There was a whole wing of this stuff ascendant in the 1930s (in western Canada we had "Social Credit", for example) whose ideological purpose was to displace left wing populism and anti-capitalist politics with an explicitly pro-capitalist highly social conservative narrative which pinned blame for problems on "international banking" and, ultimately, Jewish people.
The latest flavour is obsessed with talk about "petrodollars" and cryptocurrency, and then you scratch a little and there's the face of Sergei Lavrov or Marie Le Pen hiding under the paint.
The world is f*cked and unjust but not for the reasons that these people go on about.
Shows where my brain was at yesterday - that was a pretty ill-formed comment. I regret including the term without a fuller understanding of what I was saying, however I reject the notion of being associated with racist populism for making a criticism of the oil-based economy.
That's fair, I was more riffing on parent's comment, buzzed on early morning coffee. Not calling you a fascist.
I do agree that the bulk of the foundation of the world's economy is constructed over the petroleum economy. Though I also don't think the nature of power in the world would change significantly if that were to be replaced with something else or if the nationality of the currency it is traded in were to change.

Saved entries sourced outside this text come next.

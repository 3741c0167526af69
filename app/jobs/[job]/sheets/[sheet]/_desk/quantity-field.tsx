'use client';

import { useId, useState } from 'react';
import type { KindName } from '@/lib/units/kind';
import { useDesk, useFieldError } from './desk-context';
import { understood, unitWord } from './understood';

interface Props {
  path: string;
  label: string;
  text: string;
  kind: KindName;
  hint?: string;
  optional?: boolean;
}

/** A quantity written on a line: its unit at the end, what was understood below it, or what is wrong. */
export function QuantityField({ path, label, text, kind, hint, optional }: Props) {
  const id = useId();
  const { draft, edit, visit } = useDesk();
  const error = useFieldError(path, text);
  const [focused, setFocused] = useState(false);
  const read = focused ? understood(text, kind, draft.units) : undefined;
  const unit = unitWord(kind, draft.units);
  const said = error ?? (read ? `understood: ${read}` : hint);
  return (
    <div className="fld">
      <label htmlFor={id}>
        {label}
        {optional ? <span className="text-ink3"> (if it counts)</span> : null}
      </label>
      <div className={error ? 'wr err' : 'wr'}>
        <input
          id={id}
          data-path={path}
          className="val num"
          value={text}
          autoComplete="off"
          spellCheck={false}
          aria-invalid={error ? true : undefined}
          aria-describedby={said ? `${id}-said` : undefined}
          onChange={(e) => edit(path, e.target.value)}
          onFocus={() => setFocused(true)}
          onBlur={() => {
            setFocused(false);
            visit(path);
          }}
        />
        {unit ? <span className="unit">{unit}</span> : null}
      </div>
      <p id={`${id}-said`} className={error ? 'ans e' : 'ans'} aria-live="polite">
        {said ?? ''}
      </p>
    </div>
  );
}
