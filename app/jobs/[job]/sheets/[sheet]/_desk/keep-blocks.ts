import type { Block } from '@/templates/block';

/**
 * The new blocks, with the old object wherever a line says the same as before: what did not change keeps its identity,
 * and is neither typeset nor drawn again.
 */
export function keepBlocks(before: readonly Block[], after: readonly Block[]): Block[] {
  const known = new Map(before.map((b) => [b.id, b]));
  return after.map((block) => {
    const old = known.get(block.id);
    return old && JSON.stringify(old) === JSON.stringify(block) ? old : block;
  });
}
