'use client';

import { useId } from 'react';
import { useDesk } from './desk-context';

interface Props<T extends string> {
  path: string;
  label: string;
  value: T;
  options: readonly { value: T; label: string }[];
  onChoose?: (value: T) => void;
}

/** One of a few words. */
export function ChoiceField<T extends string>({ path, label, value, options, onChoose }: Props<T>) {
  const id = useId();
  const { edit } = useDesk();
  return (
    <div className="fld">
      <label htmlFor={id}>{label}</label>
      <div className="wr">
        <select
          id={id}
          data-path={path}
          className="val"
          value={value}
          onChange={(e) => {
            const chosen = options.find((o) => o.value === e.target.value);
            if (!chosen) return;
            if (onChoose) onChoose(chosen.value);
            else edit(path, chosen.value);
          }}
        >
          {options.map((o) => (
            <option key={o.value} value={o.value}>
              {o.label}
            </option>
          ))}
        </select>
      </div>
    </div>
  );
}
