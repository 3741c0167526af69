'use client';

import { type Draft, draft as draftSchema } from '@/lib/model/draft';
import type { KeepingState } from './use-keeping';

interface Props {
  state: Extract<KeepingState, { state: 'conflict' }>;
  onMine: () => void;
  onTheirs: (draft: Draft) => void;
}

const when = new Intl.DateTimeFormat('en-GB', { dateStyle: 'medium', timeStyle: 'short' });

/** Somebody else kept another version: the person chooses which to go on from; the other stays in the history. */
export function ConflictSlip({ state, onMine, onTheirs }: Props) {
  const theirs = draftSchema.safeParse(state.theirs);
  return (
    <section className="conflict" role="alertdialog" aria-label="Two versions">
      <h2>Two versions of this sheet</h2>
      <p>
        {state.by} kept another version at {when.format(new Date(state.at))}. Yours is still here. If you go
        on with yours, theirs stays in the history; if you go on with theirs, undo brings yours back.
      </p>
      <div className="flex gap-3 mt-3">
        <button type="button" className="btn p" onClick={onMine}>
          Go on with mine
        </button>
        {theirs.success ? (
          <button type="button" className="btn" onClick={() => onTheirs(theirs.data)}>
            Go on with theirs
          </button>
        ) : null}
      </div>
    </section>
  );
}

Remember the US is an oil exporter now. Most of this oil analysis stuff is leftover from the 2000s; it's also coming from overly materialist analysis of the Iraq War, where they assumed "this war is for Iraq oil" instead of the real answer which is literally "we invaded Iraq because we felt like it".
This is an primarily American phenomenon though and it's only really true because of the dominance of the US and US petrodollars over global society. It's probably not easy to spend Turkish lira in Madagascar, for example. Yes there are banks which will exchange approved currencies, but that's one step removed from being paid in a global global currency as you imply.